Qui contrôle l’application de l’IA Act en France ?
La CNIL a été désignée autorité chef de file pour l’application de l’IA Act en France, chargée de la coordination générale des saisines et des sanctions horizontales. Plusieurs autorités sectorielles interviennent en complément selon le domaine d’usage : l’ARCOM pour les usages audiovisuels et les contenus en ligne, l’ANSM pour les dispositifs médicaux intégrant de l’IA, l’ACPR pour le secteur banque-assurance, l’AMF pour les marchés financiers, et la DGCCRF pour les pratiques commerciales et la protection du consommateur.
Comment une entreprise doit-elle se mettre en conformité ?
- Cartographier les usages d’IA déjà en place : chatbots, outils de génération de contenu, solutions RH ou de scoring, afin d’identifier leur niveau de risque au sens du règlement.
- Mettre en place la transparence requise : informer systématiquement les utilisateurs lorsqu’ils interagissent avec un système d’IA ou consultent un contenu généré artificiellement.
- Former les équipes exposées à l’IA : organiser une formation interactive et adaptée à chaque profil de poste, financable via les OPCO, plutôt qu’une simple diffusion de documentation.
- Anticiper les obligations à haut risque malgré le report : les entreprises utilisant l’IA en RH, crédit ou santé ont intérêt à engager dès maintenant la documentation et la supervision humaine exigées pour l’échéance de décembre 2027.
FAQ : IA Act et entreprises en 2026
Depuis quand l’IA Act s’applique-t-il aux entreprises européennes ?
Le règlement est entré en vigueur le 1er août 2024, avec une application progressive : interdiction des pratiques inacceptables depuis février 2025, obligations pour les modèles d’IA à usage général depuis août 2025, et nouvelles obligations de transparence depuis le 2 août 2026.
Qu’est-ce qui a changé concrètement le 2 août 2026 ?
Trois éléments principaux : l’obligation de signaler les contenus générés ou manipulés par IA (deepfakes, chatbots), l’activation des pouvoirs de sanction des autorités nationales, et le contrôle effectif de l’obligation de former les équipes à la littératie IA.
Les obligations pour l’IA à haut risque s’appliquent-elles déjà ?
Non.
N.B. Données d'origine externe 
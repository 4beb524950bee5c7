"""The lift drawn to scale with its measures: an SVG whose unit is the millimeter of the paper."""

from __future__ import annotations

import html

import numpy as np

from chainsim.model.lift import Lift
from chainsim.report.layout_marks import arrow, dashed, measure, round_length
from chainsim.report.layout_notes import Note, strand_notes, wheel_notes
from chainsim.report.layout_parts import route_at_rest, shapes_of, spots_of
from chainsim.report.layout_sheet import (
    BELOW,
    BORDER,
    LINE,
    MEASURES,
    MOST_MEASURES,
    TEXT,
    Sheet,
    fitting_scale,
    scale_text,
)
from chainsim.report.sketch import extent, layout_sketch
from chainsim.report.style import FAINT, GRID, INK, PAPER, STEEL, TENSION_COLORS

__all__ = ["layout_sketch", "layout_svg"]

STYLES = {
    "wall": f'stroke="{STEEL}" stroke-width="0.7"',
    "guide": f'stroke="{STEEL}" stroke-width="0.9" stroke-linecap="round"',
    "chute": f'stroke="{STEEL}" stroke-width="0.7"',
    "arm": f'stroke="{FAINT}" stroke-width="0.5" stroke-dasharray="3 1 0.6 1"',
    "wheel": f'stroke="{INK}" stroke-width="0.25" fill="{GRID}"',
    "chain": f'stroke="{TENSION_COLORS[4]}" stroke-width="0.6" stroke-linejoin="round"',
    "carrier": f'stroke="{INK}" stroke-width="0.25" stroke-linejoin="round"',
    "stem": f'stroke="{INK}" stroke-width="0.25"',
    "ball": f'stroke="{INK}" stroke-width="0.2" fill="#f4ead6"',
    "bore": f'stroke="{INK}" stroke-width="0.2" fill="{PAPER}"',
    "roller": f'stroke="{INK}" stroke-width="0.25" fill="{GRID}"',
}
"""Look of each kind of shape."""


def layout_svg(lift: Lift) -> str:
    """Draw a lift to scale.

    Parameters
    ----------
    lift : Lift
        The lift, its chain laid.

    Returns
    -------
    str
        An SVG in millimeters: the lift as its chain is laid out, measures on the left, notes on the
        right, scale and view below.
    """
    low, high = extent(lift)
    notes = wheel_notes(lift) + strand_notes(lift)
    noted = sum((1.5 + len(note.lines)) * LINE for note in notes)
    sheet = Sheet(fitting_scale(high - low), low, high, lift.scenario.view == "back", noted)
    width, height = sheet.size
    content = [
        _shapes(lift, sheet),
        _axles(lift, sheet),
        _travel_arrows(lift, sheet),
        _heights(lift, sheet),
        _widths(lift, sheet),
        _notes(notes, sheet),
        _title_and_foot(lift, sheet),
    ]
    return (
        f'<svg xmlns="http://www.w3.org/2000/svg" width="{width:.2f}mm" height="{height:.2f}mm" '
        f'viewBox="0 0 {width:.2f} {height:.2f}" font-family="Liberation Sans, sans-serif" '
        f'font-size="{TEXT}" fill="{INK}">'
        f"<title>{html.escape(lift.scenario.title)}</title>"
        f'<rect width="100%" height="100%" fill="{PAPER}"/>' + "".join(content) + "</svg>\n"
    )


def _shapes(lift: Lift, sheet: Sheet) -> str:
    """Draw walls, wheels, chain, carriers and balls, each kind in its group."""
    words = []
    for shape in shapes_of(lift):
        points = " ".join(f"{x:.3f},{y:.3f}" for x, y in sheet.place(shape.points))
        tag = "polygon" if shape.closed else "polyline"
        fill = "" if "fill=" in STYLES[shape.kind] else ' fill="none"'
        words.append(f'<{tag} class="{shape.kind}" points="{points}" {STYLES[shape.kind]}{fill}/>')
    for spot in spots_of(lift):
        x, y = sheet.place(spot.center)
        radius = 1e3 * sheet.scale * spot.radius
        words.append(
            f'<circle class="{spot.kind}" cx="{x:.3f}" cy="{y:.3f}" r="{radius:.3f}" '
            f"{STYLES[spot.kind]}/>"
        )
    return "".join(words)


def _axles(lift: Lift, sheet: Sheet) -> str:
    """Draw center marks, and what weighs on movable axles as a plumb arrow."""
    words = []
    down = np.array([-1.0 if sheet.mirrored else 1.0, -1.0]) * (-np.array(lift.up))
    for k, sprocket in enumerate(lift.scenario.sprocket):
        x, y = sheet.place(lift.laid.wheel_center[k])
        words.append(
            f'<path d="M{x - 2:.2f} {y:.2f}h4M{x:.2f} {y - 2:.2f}v4" stroke="{INK}" '
            f'stroke-width="0.15" fill="none"/>'
        )
        if sprocket.mount.kind == "hung":
            reach = 1e3 * sheet.scale * lift.wheels[k].radius + 10.0
            tip = np.array([x, y]) + reach * down
            words.append(arrow(np.array([x, y]), tip, INK, 0.35))
    return "".join(words)


def _travel_arrows(lift: Lift, sheet: Sheet) -> str:
    """Draw the direction of travel beside every strand."""
    words, path = [], route_at_rest(lift)
    for strand in lift.strands:
        k = strand.start
        direction = path.direction[k]
        side = np.array([-direction[1], direction[0]])
        middle = path.start[k] + 0.35 * path.length[k] * direction
        offset = 2.2e-3 / sheet.scale
        half = min(5e-3 / sheet.scale, 0.3 * float(path.length[k]))
        tail, tip = (middle + offset * side + s * half * direction for s in (-1.0, 1.0))
        words.append(arrow(sheet.place(tail), sheet.place(tip), TENSION_COLORS[4], 0.3))
    return "".join(words)


def _heights(lift: Lift, sheet: Sheet) -> str:
    """Measure the axles upward from the lowest one, on the left."""
    centers = lift.laid.wheel_center
    foot = float(centers[:, 1].min())
    levels = _levels(centers[:, 1])
    right, words = BORDER + MEASURES + float(sheet.picture[0]), []
    base = sheet.place(np.array([0.0, foot]))[1]
    for i, level in enumerate(levels):
        x = BORDER + MEASURES - 6.0 - 6.0 * i
        top = sheet.place(np.array([0.0, foot + level]))[1]
        words.append(measure(np.array([x, base]), np.array([x, top]), f"{1e3 * level:.1f}"))
        words.append(dashed((x - 2.0, top), (right, top)))
    if levels:
        words.append(dashed((BORDER + 2.0, base), (right, base)))
    return "".join(words)


def _widths(lift: Lift, sheet: Sheet) -> str:
    """Measure the axles across from the one on the left, below."""
    centers = lift.laid.wheel_center
    levels = _levels(centers[:, 0])
    low = BORDER + 2.0 * LINE + float(sheet.picture[1])
    start = float(centers[:, 0].max() if sheet.mirrored else centers[:, 0].min())
    left, words = sheet.place(np.array([start, 0.0]))[0], []
    for i, level in enumerate(levels):
        x, y = left + 1e3 * sheet.scale * level, low + 5.0 + 5.0 * i
        words.append(measure(np.array([left, y]), np.array([x, y]), f"{1e3 * level:.1f}"))
        words.append(dashed((x, low - 2.0), (x, y + 1.0)))
    if levels:
        words.append(dashed((left, low - 2.0), (left, low + 6.0 + 5.0 * (len(levels) - 1))))
    return "".join(words)


def _levels(places: np.ndarray) -> list[float]:
    """Return up to three distances of axles from the first one along an axis [m]."""
    away = sorted({round(float(place - places.min()), 5) for place in places} - {0.0})
    return away[:MOST_MEASURES]


def _notes(notes: list[Note], sheet: Sheet) -> str:
    """Write the notes on the right, each as near to its part as the others let it."""
    x = BORDER + MEASURES + float(sheet.picture[0]) + 10.0
    top, words = BORDER + 2.0 * LINE, []
    for note in sorted(notes, key=lambda n: -n.place[1]):
        at = sheet.place(note.place)
        tall = (1 + len(note.lines)) * LINE
        last = BORDER + 2.0 * LINE + max(float(sheet.picture[1]) + BELOW, sheet.noted) - tall
        top = max(top, min(float(at[1]) - 0.5 * tall, last))
        words.append(
            f'<path d="M{x - 1:.2f} {top + 0.4 * LINE:.2f}L{at[0]:.2f} {at[1]:.2f}" '
            f'stroke="{FAINT}" stroke-width="0.12"/>'
        )
        for i, line in enumerate((note.title, *note.lines)):
            weight = ' font-weight="bold"' if i == 0 else ""
            words.append(
                f'<text x="{x:.2f}" y="{top + (i + 0.65) * LINE:.2f}"{weight}>'
                f"{html.escape(line)}</text>"
            )
        top += tall + 0.5 * LINE
    return "".join(words)


def _title_and_foot(lift: Lift, sheet: Sheet) -> str:
    """Write title, scale, view and size, and draw a bar of a round length."""
    _, height = sheet.size
    y = height - BORDER
    length = round_length(30e-3 / sheet.scale)
    bar = 1e3 * length * sheet.scale
    span = 1e3 * (sheet.high - sheet.low)
    view = "the back" if sheet.mirrored else "the front"
    text = (
        f"scale {scale_text(sheet.scale)}, seen from {view}, as laid out; measures in mm; "
        f"{lift.n_links} links of {1e3 * lift.route.pitch:.2f} mm; "
        f"{span[0]:.0f} wide, {span[1]:.0f} tall in all"
    )
    return (
        f'<text x="{BORDER}" y="{BORDER + 0.6 * LINE:.2f}" font-size="{1.4 * TEXT}" '
        f'font-weight="bold">{html.escape(lift.scenario.title)}</text>'
        f'<path d="M{BORDER} {y - LINE:.2f}v-1.2h{bar:.2f}v1.2" stroke="{INK}" '
        f'stroke-width="0.25" fill="none"/>'
        f'<text x="{BORDER + bar + 2:.2f}" y="{y - LINE:.2f}">{1e3 * length:g} mm</text>'
        f'<text x="{BORDER}" y="{y:.2f}">{html.escape(text)}</text>'
    )
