"""What the rows of a sizing sheet are made of, and what several of them need."""

from __future__ import annotations

from typing import NamedTuple

import numpy as np

from chainsim.analysis.survey import Survey


class SizingRow(NamedTuple):
    """One quantity, worked out two ways.

    Attributes
    ----------
    name : str
        What it is.
    closed_form, simulated : str
        Both values with their unit; ``"–"`` where one does not exist.
    remark : str
        What the closed form leaves out.
    """

    name: str
    closed_form: str
    simulated: str
    remark: str


def balls_on_strand(s: Survey) -> float:
    """Return how many balls ride at once by the demand, from rate, speed and strand length."""
    scenario = s.scenario
    if scenario.balls is None or scenario.carriers is None or not scenario.drive.chain_speed:
        return 0.0
    speed = scenario.drive.chain_speed
    pockets = speed / (s.pitch * scenario.carriers.every)
    demand = scenario.balls.feed.rate or pockets
    return min(demand, pockets) * carrying_length(s) / speed


def carrying_length(s: Survey) -> float:
    """Return the distance between the axles at the ends of the carrying strands [m]."""
    strands = [s.strands[k] for k in s.carrying]
    return sum(float(np.linalg.norm(s.center[0, k.end] - s.center[0, k.start])) for k in strands)


def mass_per_length(s: Survey) -> float:
    """Return the mass of the empty chain with its carriers per length [kg/m]."""
    scenario = s.scenario
    carriers = 0.0
    if scenario.carriers is not None:
        carriers = scenario.carriers.mass / scenario.carriers.every
    return (scenario.chain.link_mass + carriers) / s.pitch


def payload(s: Survey) -> float:
    """Return the weight of the balls on the carrying strand by the demand [N]."""
    if s.scenario.balls is None:
        return 0.0
    return balls_on_strand(s) * s.scenario.balls.mass * s.scenario.frame.gravity


def steady_mean(s: Survey, values: np.ndarray) -> float:
    """Return the mean over steady running, in the unit of the values; NaN where there is none."""
    chosen = np.asarray(values, dtype=float)[s.is_steady]
    chosen = chosen[np.isfinite(chosen)]
    return float(chosen.mean()) if chosen.size else float("nan")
Le règlement dit Digital Omnibus, entré en vigueur le 27 juillet 2026, a reporté les obligations relatives aux systèmes d’IA à haut risque de l’annexe III (RH, crédit, santé, éducation, justice, biométrie) du 2 août 2026 au 2 décembre 2027.
Quelles sont les sanctions prévues par l’IA Act ?
Trois paliers d’amendes coexistent : jusqu’à 35 millions d’euros ou 7 % du chiffre d’affaires mondial pour les pratiques interdites, 15 millions d’euros ou 3 % pour les autres manquements, et 7,5 millions d’euros ou 1 % pour la fourniture d’informations inexactes aux autorités. Les PME bénéficient d’un plafond adapté, calculé sur le montant le plus bas.
Quelle autorité contrôle l’application de l’IA Act en France ?
La CNIL est l’autorité chef de file en France, chargée de la coordination générale et des sanctions horizontales. Plusieurs autorités sectorielles interviennent en complément : l’ARCOM pour l’audiovisuel, l’ACPR pour la banque-assurance, l’AMF pour les marchés financiers et la DGCCRF pour la protection des consommateurs.
La formation des équipes à l’IA est-elle vraiment obligatoire ?
Oui, cette obligation de littératie IA existe depuis février 2025, mais son absence est devenue pleinement opposable devant les autorités de contrôle depuis le 2 août 2026. Une simple notice d’utilisation ne suffit pas : la Commission européenne attend une formation interactive, adaptée au profil de chaque collaborateur.